Approach: Tim Cain explores the concept of anemoia β€” nostalgia for a time and place you've never known β€” through examples from documentaries, Disneyland, and his own games, particularly Arcanum.

Findings: Games are uniquely powerful at evoking anemoia because of their interactivity. Settings that romanticize a historical period while embedding honest social commentary (without lecturing) create worlds players long to inhabit β€” even when those worlds contain dark realities. The key is making commentary adjacent to real-world issues rather than heavy-handed.

Key insight: When designing an RPG, strive to make a setting players feel wistful about β€” a world they wish they could exist in. That emotional pull is anemoia, and it's one of the most powerful tools a game developer has.

Source: https://www.youtube.com/watch?v=MsZtvrDgKtg

What Is Anemoia?

Anemoia is the feeling of nostalgia for a time and place you've never known.
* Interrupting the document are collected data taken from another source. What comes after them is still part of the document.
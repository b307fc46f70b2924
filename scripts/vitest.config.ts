import { defineProject } from 'vitest/config';
import { project } from './testing/project.ts';

export default defineProject(project('scripts', { include: ['**/*.test.ts'] }));
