import type { Audit, Tree } from './audit.ts';

const notFeatures = new Set(['index', 'common']);

function names(tree: Tree, pattern: RegExp): Set<string> {
  const found = tree.files.map((file) => pattern.exec(file)?.[1]).filter((name) => name !== undefined);
  return new Set(found.filter((name) => !notFeatures.has(name)));
}

/** A part of the browser that calls no route (a view of the open job) has a name of its own. */
function callsRoutes(tree: Tree, feature: string): boolean {
  return tree.files.some(
    (file) =>
      file.startsWith(`apps/web/src/features/${feature}/`) &&
      /\.tsx?$/.test(file) &&
      /from '@farlug\/contract\/routes'/.test(tree.read(file)),
  );
}

export const audit: Audit = {
  name: 'a feature has one name in contract, api and web',
  find: (tree) => {
    const contract = names(tree, /^packages\/contract\/src\/routes\/([a-z-]+)\.ts$/);
    const api = names(tree, /^apps\/api\/src\/features\/([a-z-]+)\//);
    const web = names(tree, /^apps\/web\/src\/features\/([a-z-]+)\//);
    if (contract.size === 0) return ['packages/contract/src/routes: there is no feature'];
    return [
      ...[...contract]
        .filter((name) => !api.has(name))
        .map((name) => `apps/api/src/features: "${name}" of the contract is missing`),
      ...[...api]
        .filter((name) => !contract.has(name))
        .map((name) => `packages/contract/src/routes: "${name}" of the api is missing`),
      ...[...web]
        .filter((name) => !contract.has(name) && callsRoutes(tree, name))
        .map(
          (name) =>
            `apps/web/src/features/${name}: it calls routes, and none are named "${name}" in the contract`,
        ),
    ];
  },
};
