import { randomUUID } from 'node:crypto';
import type { FirmRole } from '@farlug/contract/route';
import {
  createInvitation,
  createToken,
  enqueue,
  listMembers,
  type MemberResult,
  recordAudit,
  removeMember as removeMemberRow,
  setMemberRole,
  withdrawInvitation,
} from '@farlug/db';
import type { Deps } from '../../deps.ts';
import { accountToken, tokenHash } from '../../platform/account-token.ts';
import type { Member } from '../../platform/caller.ts';
import { refuse, refuseField } from '../../platform/refusal.ts';
import { changeFirm } from './firm-service.ts';

const INVITATION_MS = 7 * 24 * 3600_000;

/** Mails an invitation; a new one takes the place of an open one to the same address. */
export function invite(deps: Deps, member: Member, { email, role }: { email: string; role: FirmRole }) {
  return changeFirm(deps, member, async (tx) => {
    if ((await listMembers(tx)).some((known) => known.email.toLowerCase() === email))
      throw refuseField('conflict', 'email', 'This person belongs to the firm already.');
    const invitationId = randomUUID();
    const tokenId = randomUUID();
    const expiresAt = new Date(deps.now().getTime() + INVITATION_MS);
    await createInvitation(tx, { id: invitationId, email, role, expiresAt, invitedBy: member.person.id });
    await createToken(tx, {
      id: tokenId,
      hash: tokenHash(accountToken(deps.config.linkSecret, tokenId)),
      purpose: 'invite',
      firmId: member.firmId,
      invitationId,
      expiresAt,
    });
    await enqueue(tx, 'send-account-mail', { tokenId });
    await recordAudit(tx, `invited as ${role}`, email);
  });
}

export function withdraw(deps: Deps, member: Member, invitationId: string) {
  return changeFirm(deps, member, async (tx) => {
    if (!(await withdrawInvitation(tx, invitationId)))
      throw refuse('not_found', 'There is no such open invitation in this firm.');
    await recordAudit(tx, 'withdrew an invitation', invitationId);
  });
}

export function setRole(deps: Deps, member: Member, personId: string, role: FirmRole) {
  return changeFirm(deps, member, async (tx) => {
    refuseUnlessDone(await setMemberRole(tx, personId, role));
    await recordAudit(tx, `made ${role}`, personId);
  });
}

export function removeMember(deps: Deps, member: Member, personId: string) {
  return changeFirm(deps, member, async (tx) => {
    refuseUnlessDone(await removeMemberRow(tx, personId));
    await recordAudit(tx, 'removed from the firm', personId);
  });
}

function refuseUnlessDone(result: MemberResult): void {
  if (result === 'missing') throw refuse('not_found', 'There is no such person in this firm.');
  if (result === 'last-administrator')
    throw refuse('conflict', 'This is the last administrator of the firm. Make somebody else one first.');
}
Tim describes experiencing this while watching a documentary about Roman buildings in Cappadocia that have been continuously occupied for millennia. Despite having no desire to live in an ancient Roman building, he felt a strange longing for that world. The same feeling arises from old books, movies, and even walking down Main Street at Disneyland β€” environments that evoke a quasi-nostalgia for something you never lived through.

Games as the Ultimate Anemoia Machine

Tim argues that of all forms of entertainment, games create anemoia more than any other medium because they are interactive. You don't just observe β€” you live in that time and place. In his approach to RPG design (setting β†’ story β†’ system mechanics), the setting comes first because it's the world players imagine themselves inhabiting. Players create their own stories within the setting, and that personal investment deepens the emotional connection.

He notes that many commenters on his video about gaming in the 1980s reported feeling wistful about that era despite never having experienced it β€” a textbook case of anemoia.

Arcanum: Idealized Victorian Horror

Of all Tim's games, Arcanum seems to generate the strongest sense of anemoia. Set in an idealized Victorian era, the game romanticizes the period's aesthetics β€” nobility, the exciting rise of industrialization, trains, gadgets accessible to common people β€” while drawing a sharp contrast with magic, which required years of study and was exclusive by nature.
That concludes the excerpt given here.